En tout cas c'est pas mal quand les fenètres apparraissent et disparaisent, c'est joli:) et puis quand les menu bulles etc.. apparaissent et disparaissent aussi c'est cool;)

Donc pour l'instant, je dirai info et non intox :8

----------

## truz

 *truc wrote:*   

> pour l'instant je n'arrive pas à tourner verticalement le cube, le raccourci du clavier marche pas chez moi... et le super alt-tab ne marche pas non plus, sans doute car je n'ai pas encore activé la transparence.. je verrai plus tard..

 chez moi non plus je n'arrive pas à bouger le cube verticalement avec les racourcis claviers, alors je le fais à la souris  :Wink:  (Ctrl+Alt+Clic gauche sur le bureau).

J'ai eu en suivant le howto tout ce qu'on voit dans la vidéo (le zoom, le alt-tab, les fenêtres en gélatine qui collent etc...), il y a juste le réglage de la transparence que j'ai du ajouter 'à la main' mais c'est aussi dans le howto (méthode ebuild séparée).

 *truc wrote:*   

> Donc pour l'instant, je dirai info et non intox :8

 Full info ça marche super. Chez moi les seuls problèmes rencontrés à ce jour sont* l'icone d'amarok qui n'en fait qu'à sa tête (en même temps c'est la version 1.4-beta masquée...)

* les mini-bueaux kde qui ne marchent pas encore (ça marche avec gnome)

* quand je lance un emerge ça rame grave

----------

## truc

 *truz wrote:*   

>  (Ctrl+Alt+Clic gauche sur le bureau)

 

C'est justement ça qui ne marche pas ici  :Sad: 

 *truz wrote:*   

>  il y a juste le réglage de la transparence

 

A ce propos (de la transparence), dois-je activer composite dans xorg.conf our que ça marche? Y'a une note au tout debut du wiki pour xorg et la transparence mais je ne comprends pas trop ce qu'ils veulent dire..

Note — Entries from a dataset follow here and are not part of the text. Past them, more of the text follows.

static bool exchanged_among_few(hunt *h) {
	double gain = 0.0, best = INFINITY, best_gain = 0.0, as_is = misfit_exchanged(h, 0, 0, &gain);
	int points = (int)h->s->session->point_count, best_a = 0, best_b = 0;
	if (as_is < 2.0 * far_off_span)
		return false;
	for (int a = 0; a < points; a++)
		for (int b = a + 1; b < points; b++) {
			double misfit = misfit_exchanged(h, a, b, &gain);
			if (misfit >= best)
				continue;
			best = misfit;
			best_gain = gain;
			best_a = a;
			best_b = b;
		}
	if (best > h->near || fabs(best_gain) > 0.10)
		return false;
	say_mix_up(h, fl_cause_text(h->s, "mix-up:bottles:%d+%d", best_a + 1, best_b + 1), as_is, best,
	           fl_cause_text(h->s, "The bottles of %s and %s seem to be exchanged: so all readings fit one line.",
	                         point_name(h, best_a), point_name(h, best_b)));
	return true;
}

/* ---- rising and falling ---- */

/* Mean of falling minus rising over the running points of one cycle, and its standard uncertainty by the scatter. */
static bool cycle_gap(const fl_search *s, int cycle, double *gap, double *u) {
	size_t n = 0;
	*gap = 0.0;
	for (size_t i = 0; i + 1 < s->reading_rows; i++) {
		const fl_row_data *up = &s->rows[i], *down = up + 1;
		if (up->at.kind != FL_ROW_OIL || up->point != down->point || !up->cycle_n[cycle] || !down->cycle_n[cycle])
			continue;
		*gap += down->cycle_mean[cycle] - up->cycle_mean[cycle];
		n++;
	}
	if (n < 2)
		return false;
	*gap /= (double)n;
	*u = s->scatter_u * sqrt(2.0 / (double)n);
	return true;
}

/* A common scatter would hide one cycle that runs the other way: it is judged by the scatter of single readings. */
static double reading_scatter(const fl_search *s) {
	double sum_sq = 0.0, dof = 0.0;
	for (size_t i = 0; i < s->run->reading_count; i++) {
		const fl_reading_result *r = &s->run->readings[i];
		int cycle = r->reading->cycle - 1;
		for (size_t k = 0; k < s->reading_rows && r->used && cycle >= 0 && cycle < FL_CAUSE_CYCLES; k++) {
			const fl_row_data *row = &s->rows[k];
			if (row->point != r->reading->point || row->pass != r->reading->pass || row->cycle_n[cycle] < 2)
				continue;
			double d = r->error_span - row->cycle_mean[cycle];
			sum_sq += d * d;
			dof += 1.0 - 1.0 / (double)row->cycle_n[cycle];
		}
	}
	return dof > 3.0 ? sqrt(sum_sq / dof) : 4e-4;
}
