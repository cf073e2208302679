/* test_rules.c - what the conversation asks, refuses and takes, rule by rule.
 * SPDX-License-Identifier: GPL-3.0-or-later */
#include "failing_io.h"
#include "talk.h"

#include <errno.h>

static void to_thin_oil(talk *t, const char *folder, const char *procedure) {
	talk_begin(t, folder, procedure);
	talk_to_readings(t);
	talk_take(t, "4.025");
	talk_take(t, "4.020");
	assert_int_equal(talk_step(t).point, 0);
}

static char *prompt_of(talk *t) {
	fl_text prompt = {0};
	fl_entry_prompt(t->entry, &prompt);
	assert_non_null(prompt.data);
	return prompt.data;
}

/* ---- readings as people type them ---- */

static void a_line_is_taken_apart(void **state) {
	(void)state;
	static const struct {
		const char *line;
		int count;
		const char *parts[3];
	} cases[] = {
	    {"10.42 mA at 40.02", 2, {"10.42 mA", "40.02"}},
	    {"10.42 40.02", 2, {"10.42", "40.02"}},
	    {"10.42 mA, 40.02 °C, 1.0 bar", 3, {"10.42 mA", "40.02 °C", "1.0 bar"}},
	    {"10,42 mA 40,02", 2, {"10,42 mA", "40,02"}},
	    {"10,42, 40,02, 1,0", 3, {"10,42", "40,02", "1,0"}},
	    {"0.52bar@40.0", 1, {"0.52bar@40.0"}},
	    {"0.52bar @ 40.0°C", 2, {"0.52bar", "40.0°C"}},
	    {"\u22120.1 bar", 1, {"\u22120.1 bar"}},
	    {"10.42;40.02;1", 3, {"10.42", "40.02", "1"}},
	    {"nan", 1, {"nan"}},
	    {"", 0, {NULL}},
	};
	for (int i = 0; i < COUNT(cases); i++) {
		char parts[4][96];
		assert_int_equal(fl_entry_split(cases[i].line, parts, 3), cases[i].count);
		for (int p = 0; p < cases[i].count; p++)
			assert_string_equal(parts[p], cases[i].parts[p]);
	}
}
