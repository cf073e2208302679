/* import.c - a table of readings becomes a session, through the same checks as the keyboard.
 *
 * SPDX-License-Identifier: GPL-3.0-or-later
 *
 * What a table does not hold is recorded as not recorded: gates, conditions, what was adjusted. Times of readings are
 * not known, so that settling cannot be judged. What would have been asked is recorded as a question that was
 * answered "imported". Oils and equipment that are not shown to be in date on the day make the work indicative.
 */
#include "csv.h"
#include "entry_private.h"

#include <stdio.h>
#include <stdlib.h>
#include <string.h>

static const char not_recorded[] = "not recorded (imported)";

typedef enum column {
	COL_SESSION,
	COL_DATE,
	COL_KIND,
	COL_CYCLE,
	COL_DIRECTION,
	COL_READING,
	COL_OIL,
	COL_LOT,
	COL_BATH,
	COL_OUTPUT,
	COL_LINE,
	COL_COUNT
} column;

static const char *const required_names[] = {"session", "date", "kind", "cycle", "direction",
                                             "reading", "oil",  "lot",  "bath_C"};

typedef struct table {
	fl_arena arena;
	fl_csv csv;
	size_t at[COL_COUNT]; /* SIZE_MAX where a column is absent */
	const fl_import_options *options;
} table;

static const char *cell(const table *t, const fl_csv_row *row, column which) {
	return t->at[which] == SIZE_MAX ? "" : row->cells[t->at[which]];
}

/* Refuses a cell: file, line, column by name. */
static fl_status at_cell(const table *t, const fl_csv_row *row, column which, fl_status status, const char *message,
                         fl_error *err) {
	fl_place place = {.file = t->csv.file, .line = row->line, .column = (int)t->at[which] + 1};
	place.field = t->at[which] == SIZE_MAX ? NULL : t->csv.names[t->at[which]];
	return fl_fail_at(err, status, place, "%s", message);
}

/* ---- the table ---- */

static fl_status need_column(table *t, column which, const char *name, fl_error *err) {
	t->at[which] = fl_csv_column(&t->csv, name);
	if (t->at[which] != SIZE_MAX)
		return FL_OK;
	return fl_fail_at(err, FL_E_SYNTAX, (fl_place){.file = t->csv.file, .line = 1},
	                  "the column \"%s\" is missing from the header", name);
}

/* `unit` NULL: the output is not needed (finding the day). */
static fl_status open_table(table *t, const char *csv, const char *file, const fl_import_options *options,
                            const char *unit, fl_error *err) {
	*t = (table){.options = options};
	fl_status status = fl_csv_parse(&t->arena, csv, file, &t->csv, err);
	for (int i = 0; i < (int)(sizeof required_names / sizeof required_names[0]) && status >= 0; i++)
		status = need_column(t, (column)i, required_names[i], err);
	char output[32];
	snprintf(output, sizeof output, "output_%s", unit ? unit : "");
	t->at[COL_OUTPUT] = SIZE_MAX;
	if (status >= 0 && unit)
		status = need_column(t, COL_OUTPUT, output, err);
	if (status >= 0)
		t->at[COL_LINE] = fl_csv_column(&t->csv, "line_bar_g");
	return status;
}

static bool belongs(const table *t, const fl_csv_row *row, fl_run_kind run) {
	const char *session = run == FL_RUN_AS_FOUND ? t->options->as_found : t->options->as_left;
	if (!t->options->as_found && !t->options->as_left)
		return strcmp(cell(t, row, COL_KIND), fl_run_word(run)) == 0;
	return session && strcmp(cell(t, row, COL_SESSION), session) == 0;
}

static const fl_csv_row *first_row(const table *t, fl_run_kind run) {
	for (size_t i = 0; i < t->csv.row_count; i++)
		if (belongs(t, &t->csv.rows[i], run))
			return &t->csv.rows[i];
	return NULL;
}

/* A chosen session that the table has not, or a kind that mixes sessions. */
static fl_status check_choice(const table *t, fl_run_kind run, fl_error *err) {
	const char *wanted = run == FL_RUN_AS_FOUND ? t->options->as_found : t->options->as_left;
	const fl_csv_row *first = first_row(t, run);
	if (!first && wanted)
		return fl_fail_at(err, FL_E_NOT_FOUND, (fl_place){.file = t->csv.file, .field = "session"},
		                  "no row has the session %s that was chosen as %s", wanted, fl_run_word(run));
	for (size_t i = 0; first && i < t->csv.row_count; i++) {
		const fl_csv_row *row = &t->csv.rows[i];
		char message[200];
		snprintf(message, sizeof message,
		         "%s rows of more than one session, %.40s and %.40s: choose which one is meant", fl_run_word(run),
		         cell(t, first, COL_SESSION), cell(t, row, COL_SESSION));
		if (belongs(t, row, run) && strcmp(cell(t, row, COL_SESSION), cell(t, first, COL_SESSION)) != 0)
			return at_cell(t, row, COL_SESSION, FL_E_VALUE, message, err);
	}
	return FL_OK;
}

static fl_status check_table(const table *t, fl_error *err) {
	fl_status status = check_choice(t, FL_RUN_AS_FOUND, err);
	if (status >= 0)
		status = check_choice(t, FL_RUN_AS_LEFT, err);
	if (status >= 0 && !first_row(t, FL_RUN_AS_FOUND) && !first_row(t, FL_RUN_AS_LEFT))
		status = fl_fail_at(err, FL_E_VALUE, (fl_place){.file = t->csv.file, .field = "kind"},
		                    "no row is of the kind as-found or as-left");
	return status;
}

static fl_status row_day(const table *t, const fl_csv_row *row, fl_day *day, fl_error *err) {
	fl_error inner = {0};
	fl_status status = fl_day_parse(cell(t, row, COL_DATE), day, &inner);
	return status < 0 ? at_cell(t, row, COL_DATE, status, inner.message, err) : FL_OK;
}

fl_status fl_entry_import_day(const char *csv, const char *file, const fl_import_options *options, fl_day *day,
                              fl_error *err) {
	table t;
	fl_status status = open_table(&t, csv, file, options, NULL, err);
	if (status >= 0)
		status = check_table(&t, err);
	if (status >= 0) {
		const fl_csv_row *row = first_row(&t, FL_RUN_AS_FOUND);
		status = row_day(&t, row ? row : first_row(&t, FL_RUN_AS_LEFT), day, err);
	}
	fl_arena_free(&t.arena);
	return status;
}

/* ---- where a row stands on the plan ---- */

static bool is_zero(const table *t, const fl_csv_row *row) {
	return strcmp(cell(t, row, COL_OIL), "ZERO") == 0;
}

static fl_status row_count(const table *t, const fl_csv_row *row, column which, int *out, fl_error *err) {
	const char *text = cell(t, row, which);
	char *end;
	long value = strtol(text, &end, 10);
	if (*text < '0' || *text > '9' || *end || value < 1 || value > 1000)
		return at_cell(t, row, which, FL_E_VALUE, "a whole number from 1 is needed", err);
	*out = (int)value;
	return FL_OK;
}

static fl_status row_pass(const table *t, const fl_csv_row *row, fl_pass *out, fl_error *err) {
	const char *text = cell(t, row, COL_DIRECTION);
	bool rising = strcmp(text, "up") == 0 || strcmp(text, "rising") == 0;
	if (!rising && strcmp(text, "down") != 0 && strcmp(text, "falling") != 0)
		return at_cell(t, row, COL_DIRECTION, FL_E_VALUE, "up or down is needed", err);
	*out = rising ? FL_PASS_RISING : FL_PASS_FALLING;
	return FL_OK;
}

static fl_status row_point(const fl_entry *entry, const table *t, const fl_csv_row *row, int *out, fl_error *err) {
	const fl_session *s = entry->session;
	*out = FL_POINT_ZERO;
	if (is_zero(t, row))
		return FL_OK;
	for (size_t i = 0; i < s->point_count; i++)
		if (strcmp(s->points[i].oil, cell(t, row, COL_OIL)) == 0 &&
		    strcmp(s->points[i].lot, cell(t, row, COL_LOT)) == 0) {
			*out = (int)i;
			return FL_OK;
		}
	return at_cell(t, row, COL_LOT, FL_E_VALUE, "this oil and lot is none of those of the first rising pass", err);
}

static fl_status wrong_place(const fl_entry *entry, const table *t, const fl_csv_row *row, const fl_step *step,
                             fl_error *err) {
	char message[400], name[160];
	const fl_procedure *p = entry->setup.procedure;
	if (step->kind != FL_STEP_READING)
		snprintf(message, sizeof message,
		         "one reading more than the procedure %.60s takes (cycles: %d, readings at a point: %d)", p->id,
		         p->cycles, p->readings);
	else
		snprintf(message, sizeof message,
		         "the procedure %.60s (cycles: %d, readings at a point: %d) wants cycle %d, %s, %s, reading %d here",
		         p->id, p->cycles, p->readings, step->cycle, fl_pass_word(step->pass),
		         fl_entry_point_name(entry, step->point, name, sizeof name), step->number);
	return at_cell(t, row, COL_READING, FL_E_STATE, message, err);
}

/* The row has to be the one that the plan wants next. */
static fl_status check_place(const fl_entry *entry, const table *t, const fl_csv_row *row, const fl_step *step,
                             fl_error *err) {
	fl_step here = {0};
	fl_status status = row_count(t, row, COL_CYCLE, &here.cycle, err);
	if (status >= 0)
		status = row_count(t, row, COL_READING, &here.number, err);
	if (status >= 0)
		status = row_pass(t, row, &here.pass, err);
	if (status >= 0)
		status = row_point(entry, t, row, &here.point, err);
	if (status < 0)
		return status;
	if (step->kind != FL_STEP_READING || here.cycle != step->cycle || here.pass != step->pass ||
	    here.point != step->point || here.number != step->number)
		return wrong_place(entry, t, row, step, err);
	return FL_OK;
}

/* ---- readings ---- */
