/* Laws of the diodes and of the rectifier they form.
 * SPDX-License-Identifier: GPL-3.0-or-later */
#ifndef SUPPLY_DIODE_H
#define SUPPLY_DIODE_H

#include "platewright/rectifier.h"

/* A conducting path of less than this is taken as this: it keeps the charging current of ideal parts finite. */
#define PLW_PATH_OHMS_LEAST 1e-3

/* What the engine needs of winding and diodes. */
typedef struct {
    bool vacuum, bridge, half_wave;
    double peak_volts; /* of the EMF */
    double path_ohms;  /* copper */
    double series;     /* diodes in series: 2 in a bridge */
    double drop_volts; /* silicon: of all diodes in series */
    double total_ohms; /* silicon: copper and diodes in series, at least PLW_PATH_OHMS_LEAST */
    double
        overlap_ohms; /* silicon, choke input: both paths conduct while twice the EMF is below this times the current */
    double shared_ohms; /* silicon, choke input: what the current sees while both paths conduct */
    double perveance;
} plw_rectifier_law;

plw_rectifier_law plw_rectifier_law_of(const plw_rectifier *supply);

/* Into a capacitor: current of the conducting path and its derivative by `over_volts`, which is the EMF less the
 * voltage of the capacitor. */
double plw_path_amps(const plw_rectifier_law *law, double over_volts, double *slope);

/* Into a choke: voltage at the choke for the EMF >= 0 (half-wave: any) and a current >= 0, and its derivative by the
 * current (<= 0).  Both paths may conduct; *first_amps is the share of the path whose EMF is positive. */
double plw_choke_volts(const plw_rectifier_law *law, double emf_volts, double amps, double *slope, double *first_amps);

/* The least voltage that drives any current through the diodes: the fixed drop of silicon, 0 of a vacuum diode. */
double plw_threshold_volts(const plw_rectifier_law *law);

#endif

Et l'accelaration EXA ou quelque chose comme ça faut l'activer aussi?

----------

## Darkael

 *man in the hill wrote:*   

> salut ,
> 
> Je suis à jour , je fait une synchro aujourd'hui mais peut-être que le serveur n'est pas à jour...Aparement, je ne suis pas près de m'amuser avec Xgl + xfce4 car quand je lance startxgl  (j'ai suivi le wiki pour xfce4 http://gentoo-wiki.com/HOWTO_XGL ) , le serveur xgl à l'air de fonctionner (j'ai un font) , pas de compiz pour gérer xfce4... je reste bloqué sur ce font d'écran basique comme si on testait, si  son serveur X fonctionnait...Et je suis obligé de tuer Xgl pour lancer mon serveur classique... 
> 
> Théoriquement je devrais arriver sur mon bureau xfce4  et utiliser des plugins à tout va   ...je ne vais quand même pas installer tout gnome...Est-ce que cela fonctionne vraiment  ou c'est de la pub...
> ...

 

Est-ce qu'il y a des erreurs à propos de Xfce4 qui s'affichent?

 *Quote:*   

> 
> 
> marvin rouge   , c'est peut-être pour cela que j'ai les problèmes ci-dessus...
> 
> je me suis servi de l'overlay  de pijalu recomendé par UBIK https://forums.gentoo.org/viewtopic-t-432541-start-0.html
> ...

 

J'ai jeté un rapide coup d'oeil à ces ebuilds et il manque gnome-desktop et control-center dans les dépendances de compiz par rapport au use flag gnome, ce qui explique ton problème. Donc pour tes futurs emerges je te conseille plûtot les overlays qui sont donnés en lien dans le wiki. Mais par contre je pense pas que ça changera ton problème avec xfce.

----------

## marvin rouge

Bon, j'arrive pas à accéder au wiki gentoo (unreachable), et j'ai pas trop le temps.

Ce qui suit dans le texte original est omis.